8. Prefix Partitioning (Skipping Initial Levels)
The author explored partitioning the key space by high‑order bits, building independent S‑trees per prefix.
- Simple partition (full layout per part) reduces the tree height but incurs large space overhead (up to 50 % for skewed human‑genome k‑mer data).
- Compact subtrees (packed per‑part) lower memory use but add per‑query part‑offset bookkeeping, slightly hurting speed.
- First‑level compression (store only the first level compactly) recovers most of the space savings while keeping query speed comparable to the unpartitioned layout.
- Overlapping trees share storage between adjacent parts, further reducing memory at negligible speed cost.
- Prefix map (a lookup table mapping high‑order bits to the start of the appropriate subtree) gives the best space‑time trade‑off: ~1/16 overhead and query speed within a few nanoseconds of the best non‑partitioned variant.
"Overall, it seems that partitioning does not provide when we already interleave queries." – author’s summary
9. Multi‑Threaded Scaling
Running the interleaved S‑tree on 6 threads reduces latency from 27 ns (single‑core) to 7 ns per query.
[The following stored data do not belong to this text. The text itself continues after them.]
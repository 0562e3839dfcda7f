package chains

import (
	"errors"
	"os"
	"path/filepath"
	"syscall"
	"testing"
	"time"

	"tautline/internal/safeio"
)

// TestReadersRefuseSpecialFiles checks that every reader of run files
// refuses a named pipe, a device and an oversize file at once, with the
// message naming the file, where a plain open would block or never end.
func TestReadersRefuseSpecialFiles(t *testing.T) {
	dir := t.TempDir()
	fifo := filepath.Join(dir, "fifo")
	if err := syscall.Mkfifo(fifo, 0o600); err != nil {
		t.Fatal(err)
	}
	big := filepath.Join(dir, "big.npy")
	f, err := os.Create(big)
	if err != nil {
		t.Fatal(err)
	}
	if err := f.Truncate(NPYLimit + 1); err != nil {
		t.Fatal(err)
	}
	f.Close()
	cols := []string{"step", "walker", "ln_post", "ln_like", "x"}
	for _, tc := range []struct {
		name string
		read func() error
		is   error
		want string
	}{
		{"ReadNPY FIFO", func() error { _, _, _, err := ReadNPY(fifo); return err }, safeio.ErrNotRegular, "chains: " + fifo + ": is a named pipe (FIFO), not a regular file"},
		{"ReadNPY /dev/zero", func() error { _, _, _, err := ReadNPY("/dev/zero"); return err }, safeio.ErrNotRegular, "chains: /dev/zero: is a character device, not a regular file"},
		{"ReadNPY sparse", func() error { _, _, _, err := ReadNPY(big); return err }, safeio.ErrTooLarge, "chains: " + big + ": 4.0 GiB is more than the 4 GiB limit for this kind of file"},
		{"ReadMeta FIFO", func() error { _, err := ReadMeta(fifo); return err }, safeio.ErrNotRegular, "chains: " + fifo + ": is a named pipe (FIFO), not a regular file"},
		{"ReadMeta sparse", func() error { _, err := ReadMeta(big); return err }, safeio.ErrTooLarge, "chains: " + big + ": 4.0 GiB is more than the 64 MiB limit for this kind of file"},
		{"ReadCSV FIFO", func() error { _, _, err := ReadCSV(fifo); return err }, safeio.ErrNotRegular, "chains: " + fifo + ": is a named pipe (FIFO), not a regular file"},
		{"FileSHA256 /dev/urandom", func() error { _, err := FileSHA256("/dev/urandom"); return err }, safeio.ErrNotRegular, "chains: /dev/urandom: is a character device, not a regular file"},
		{"Resume FIFO", func() error { _, err := Resume(fifo, cols, 10); return err }, safeio.ErrNotRegular, "chains: " + fifo + ": is a named pipe (FIFO), not a regular file"},
		{"Resume /dev/zero", func() error { _, err := Resume("/dev/zero", cols, 10); return err }, safeio.ErrNotRegular, "chains: /dev/zero: is a character device, not a regular file"},
	} {
		var err error
		done := make(chan struct{})
		go func() { defer close(done); err = tc.read() }()
		select {
		case <-done:
		case <-time.After(5 * time.Second):
			t.Fatalf("%s: blocked", tc.name)
		}
		if !errors.Is(err, tc.is) || err.Error() != tc.want {
			t.Errorf("%s: error\n got: %v\nwant: %s", tc.name, err, tc.want)
		}
	}
}
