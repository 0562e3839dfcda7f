package chains

import (
	"encoding/binary"
	"math"
	"math/big"
	"math/rand/v2"
	"strconv"
	"strings"
	"testing"
)

// The reference of every test here is Go's strconv:
// strconv.AppendFloat(b, v, 'g', -1, 64), the shortest round-trip text that
// doc.go specifies for chain files.

// checkFloat fails t unless appendFloat formats v as strconv does, both
// appended after a prefix.
func checkFloat(t *testing.T, v float64) {
	t.Helper()
	got := appendFloat([]byte("x,"), v)
	want := strconv.AppendFloat([]byte("x,"), v, 'g', -1, 64)
	if string(got) != string(want) {
		t.Fatalf("%#016x: appendFloat gives %q, strconv %q", math.Float64bits(v), got, want)
	}
}

// TestAppendFloatEdges checks the values at the edges of every branch:
// signed zeros, the extremes and subnormals, the switches to the exponent
// form (below 1e-4 and from 1e6 on), the integer path's limit at 2^53,
// powers of ten and of two, and values whose shortest form has 17 digits.
func TestAppendFloatEdges(t *testing.T) {
	vals := []float64{
		0, math.Copysign(0, -1), math.SmallestNonzeroFloat64, -math.SmallestNonzeroFloat64,
		2 * math.SmallestNonzeroFloat64, 0x1p-1022, math.Nextafter(0x1p-1022, 0), math.Nextafter(0x1p-1022, 1),
		math.MaxFloat64, -math.MaxFloat64, math.Nextafter(math.MaxFloat64, 0),
		math.Inf(1), math.Inf(-1), math.NaN(), math.Float64frombits(0x7ff0000000000001),
		math.Float64frombits(0xfff8000000000000), math.Float64frombits(0x7fffffffffffffff),
		1e21, 1e-5, 1e-4, math.Nextafter(1e-4, 0), math.Nextafter(1e-4, 1), 9.9999e-5, 1.23e-4,
		0.001, 0.01, 0.1, 0.5, 123456, 123456.7, 999999, 999999.9, 1e6, math.Nextafter(1e6, 0),
		1234567, -1e6, 1e7, 100, 1000, 120000, 1<<53 - 1, 1 << 53, 1<<53 + 2, 1 << 52, 1<<52 + 1,
		4503599627370495.5, 1 << 54, 1 << 63, 1 << 64, -(1 << 62), 0.3, 1.0 / 3, 2.0 / 3,
		-12.3456789012345, 4.33333333333, 1.2e-15, 5e-324, 1.7976931348623157e308,
		2.2250738585072014e-308, 2.225073858507201e-308, 9007199254740993,
		0.1 + 0.2, 1.0000000000000002, 0.9999999999999999, 5.0e-10, 123456789012345680,
		-2.2250738585072014e-308, -1.2345678901234567e-100, 9.876543210987654e+299,
	}
	for k := -325; k <= 309; k++ {
		vals = append(vals, math.Pow(10, float64(k)))
		if v, err := strconv.ParseFloat("1e"+strconv.Itoa(k), 64); err == nil {
			vals = append(vals, v, math.Nextafter(v, 0), math.Nextafter(v, math.Inf(1)), -v)
		}
	}
	for k := -1074; k <= 1023; k++ {
		v := math.Ldexp(1, k)
		vals = append(vals, v, math.Nextafter(v, 0), math.Nextafter(v, math.Inf(1)), -3*v)
	}
	seventeen := 0
	for _, v := range vals {
		checkFloat(t, v)
		// 'e' text of 17 significant digits: d.dddddddddddddddde±xx.
		if e := strings.IndexByte(strconv.FormatFloat(math.Abs(v), 'e', -1, 64), 'e'); e == 18 {
			seventeen++
		}
	}
	if seventeen < 100 {
		t.Errorf("only %d values with 17 significant digits", seventeen)
	}
}

// TestAppendFloatEveryLayout compares appendFloat with strconv on values
// of every digit count (1 to 17) at every place of the decimal point that
// selects a different layout or shift (0.digits x 10^dp for dp from -6 to
// 9: the exponent form on both sides, the leading "0.", "0.0", "0.00" and
// "0.000", the point after each of the first six digits and integers
// padded with zeros), each sign, 50 random digit strings each.
func TestAppendFloatEveryLayout(t *testing.T) {
	r := rand.New(rand.NewPCG(13, 17))
	for nd := 1; nd <= 17; nd++ {
		for dp := -6; dp <= 9; dp++ {
			for range 50 {
				digits := make([]byte, nd)
				for i := range digits {
					digits[i] = byte('0' + r.IntN(10))
				}
				digits[0] = byte('1' + r.IntN(9))
				digits[nd-1] = byte('1' + r.IntN(9))
				text := "0." + string(digits) + "e" + strconv.Itoa(dp)
				v, err := strconv.ParseFloat(text, 64)
				if err != nil {
					t.Fatal(err)
				}
				checkFloat(t, v)
				checkFloat(t, -v)
			}
		}
	}
}

// chainLike returns n values like those of a chain file: long fractions
// around log posteriors and parameters, values rounded to a few decimals,
// tiny and huge magnitudes, small integers (steps and walker indices),
// repeated values and the occasional special value.
func chainLike(r *rand.Rand, n int) []float64 {
	vals := make([]float64, n)
	for i := range vals {
		var v float64
		switch r.IntN(10) {
		case 0, 1:
			v = -50 + 100*r.Float64() // ln posterior
		case 2:
			v = -14.5 + 0.1*r.NormFloat64() // log10 amplitude
		case 3:
			v = 13.0/3 + 0.2*r.NormFloat64() // spectral index
		case 4:
			v = float64(r.IntN(20001)) // step, walker
		case 5:
			v = math.Round(r.NormFloat64()*1e4) / math.Pow(10, float64(r.IntN(8))) // few digits
		case 6:
			v = r.NormFloat64() * math.Pow(10, float64(r.IntN(40)-20)) // 1.2e-15 and the like
		case 7:
			v = math.Ldexp(r.Float64(), r.IntN(200)-100)
		case 8:
			if i > 0 {
				v = vals[i-1] // a rejected walker repeats its value
			}
		default:
			switch r.IntN(50) {
			case 0:
				v = math.NaN()
			case 1:
				v = math.Inf(1 - 2*r.IntN(2))
			case 2:
				v = math.Copysign(0, -1)
			default:
				v = float64(r.IntN(100)) / 3
			}
		}
		vals[i] = v
	}
	return vals
}

// TestAppendFloatRandom compares appendFloat with strconv on a million
// random bit patterns (any sign, exponent and significand) and a million
// chain-like values.
func TestAppendFloatRandom(t *testing.T) {
	n := 1_000_000
	if testing.Short() {
		n = 100_000
	}
	r := rand.New(rand.NewPCG(7, 11))
	var got, want []byte
	for range n {
		v := math.Float64frombits(r.Uint64())
		got = appendFloat(got[:0], v)
		want = strconv.AppendFloat(want[:0], v, 'g', -1, 64)
		if string(got) != string(want) {
			t.Fatalf("%#016x: appendFloat gives %q, strconv %q", math.Float64bits(v), got, want)
		}
	}
	for _, v := range chainLike(r, n) {
		got = appendFloat(got[:0], v)
		want = strconv.AppendFloat(want[:0], v, 'g', -1, 64)
		if string(got) != string(want) {
			t.Fatalf("%#016x: appendFloat gives %q, strconv %q", math.Float64bits(v), got, want)
		}
	}
}

// TestDecimalLen checks decimalLen against the length of strconv's
// decimal text at every power of ten and its neighbours.
func TestDecimalLen(t *testing.T) {
	for k := range 20 {
		p := pow10u64[k]
		for _, d := range []uint64{p - 1, p, p + 1, 2 * p, 9*p + (p - 1)} {
			if d == 0 || d < p-1 {
				continue
			}
			if got, want := decimalLen(d), len(strconv.FormatUint(d, 10)); got != want {
				t.Errorf("decimalLen(%d) = %d, want %d", d, got, want)
			}
		}
	}
}

// TestPow10Tab recomputes every entry of pow10Tab exactly with math/big:
// floor(10^k * 2^s) for the s that puts the top bit at bit 127, where
// 10^k * 2^s = 2^(128-1-floor(k*log2(10))).
func TestPow10Tab(t *testing.T) {
	for k := pow10Min; k <= pow10Max; k++ {
		s := 127 - mulLog2_10(k) // 2^127 <= 10^k * 2^s < 2^128
		num, den := big.NewInt(1), big.NewInt(1)
		p := new(big.Int).Exp(big.NewInt(10), big.NewInt(int64(max(k, -k))), nil)
		if k >= 0 {
			num.Set(p)
		} else {
			den.Set(p)
		}
		if s >= 0 {
			num.Lsh(num, uint(s))
		} else {
			den.Lsh(den, uint(-s))
		}
		q := new(big.Int).Quo(num, den)
		if q.BitLen() != 128 {
			t.Fatalf("1e%d: mantissa has %d bits, want 128 (floor(k log2 10) wrong?)", k, q.BitLen())
		}
		hi := new(big.Int).Rsh(q, 64).Uint64()
		lo := new(big.Int).Mod(q, new(big.Int).Lsh(big.NewInt(1), 64)).Uint64()
		if e := pow10Tab[k-pow10Min]; e.Hi != hi || e.Lo != lo {
			t.Errorf("1e%d: table {%#x, %#x}, want {%#x, %#x}", k, e.Hi, e.Lo, hi, lo)
		}
	}
}

// FuzzAppendFloatMatchesStrconv compares appendFloat with strconv on the
// float64 of any 64 bits.
func FuzzAppendFloatMatchesStrconv(f *testing.F) {
	for _, v := range []float64{0, math.Copysign(0, -1), 1, 1e6, 1e-5, 1e21, 5e-324, math.MaxFloat64,
		math.NaN(), math.Inf(-1), -12.3456789012345, 4.33333333333, 1.2e-15, 0x1p-1022} {
		f.Add(math.Float64bits(v))
	}
	f.Fuzz(func(t *testing.T, bits uint64) {
		checkFloat(t, math.Float64frombits(bits))
	})
}

// BenchmarkAppendFloat formats the same values with strconv and with
// appendFloat: chain-like values (mixed, from
// chainLike) and the values of an ensemble's rows in order (rows, from
// ensembleStream, where a rejected walker repeats its row); ns/op is per
// value.
func BenchmarkAppendFloat(b *testing.B) {
	var rows []float64
	for _, r := range ensembleStream(2000) {
		rows = append(rows, r...)
	}
	for _, c := range []struct {
		name string
		vals []float64
	}{{"mixed", chainLike(rand.New(rand.NewPCG(3, 5)), 1<<16)}, {"rows", rows}} {
		vals := c.vals
		buf := make([]byte, 0, 64)
		b.Run(c.name+"/strconv", func(b *testing.B) {
			for i := 0; b.Loop(); i++ {
				buf = strconv.AppendFloat(buf[:0], vals[i%len(vals)], 'g', -1, 64)
			}
		})
		b.Run(c.name+"/new", func(b *testing.B) {
			for i := 0; b.Loop(); i++ {
				buf = appendFloat(buf[:0], vals[i%len(vals)])
			}
		})
	}
}

// TestDigits8 compares digits8 with strconv's zero-padded decimal text on
// every four-digit value in each half (x = a*10^4 + a and x = a*10^4 +
// 9999 - a for every a below 10^4, which puts every value in every lane)
// and on random values below 10^8.
func TestDigits8(t *testing.T) {
	check := func(x uint32) {
		var got [8]byte
		binary.LittleEndian.PutUint64(got[:], digits8(x))
		want := strconv.FormatUint(uint64(x)+1e8, 10)[1:]
		if string(got[:]) != want {
			t.Fatalf("digits8(%d) = %q, want %q", x, got, want)
		}
	}
	for a := range uint32(10000) {
		check(a*10000 + a)
		check(a*10000 + 9999 - a)
	}
	r := rand.New(rand.NewPCG(1, 1))
	for range 100000 {
		check(r.Uint32N(1e8))
	}
}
The sub‑linear speedup indicates the system is now limited by total RAM bandwidth rather than CPU.
10. End‑to‑End Result
| Method | Throughput (ns/query) on 4 GB input |
|---|---|
Rust binary_search |
1150 |
| Eytzinger (prefetch) | ~200 |
| Optimized S‑tree (popcnt SIMD) | 115 |
| Batching (size = 128) | 30 |
| Prefetch + Pointer tricks | 28 |
| Interleaved layers | 24 |
| Left‑max node + interleaving | 22 |
| 6‑thread parallelism | 7 |
Overall speedup: ≈40× over the naïve binary search.
11. Future Directions (as discussed in the post)
- Branchy search – selectively handle large partitions with extra branches to reduce average depth.
- Interpolation search – replace the first few levels with a linear interpolation step, potentially cutting RAM accesses for random data.
- 16‑bit packing – store values in 16 bits after a 16‑bit prefix lookup, raising the branching factor to 33 and shaving another tree level.
- Returning original indices – straightforward for S+ trees; more work needed for compact partitions.
- Range queries – duplicate the query pipeline for lower and upper bounds; early‑layer reuse can keep overhead low.
- Sorted‑query batching – radix‑sort queries to maximise cache reuse; the cost/benefit trade‑off remains open.
- Suffix‑array integration – build an S‑tree on every 4th suffix (using the first 32 bits) to narrow the binary‑search window dramatically.
12. Community Feedback Highlights
- Eytzinger vs. binary heap – kazinator notes the layout is identical to a binary heap’s array representation, but heaps lack efficient key search.
- Van Emde Boas connection – stevefan1999 points out the similarity to Van Emde Boas trees for cache‑oblivious search.
- Plot clarity – petters asks why Figure 1 uses the same colour for both curves; the author acknowledges a plotting quirk.
- Real‑world relevance – TheRealPomax questions the applicability to suffix‑array searches on DNA; the author’s future‑work section addresses this by proposing a suffix‑array integration.
13. Takeaway
Static search trees, when meticulously tuned for modern CPUs, can turn a memory‑bound lower‑bound search into a high‑throughput, cache‑friendly operation. The combination of SIMD‑accelerated node scans, aggressive batching, prefetching, and interleaved execution yields a 40× improvement over classic binary search, making S+ trees a compelling building block for large‑scale indexing tasks such as suffix‑array queries in bioinformatics.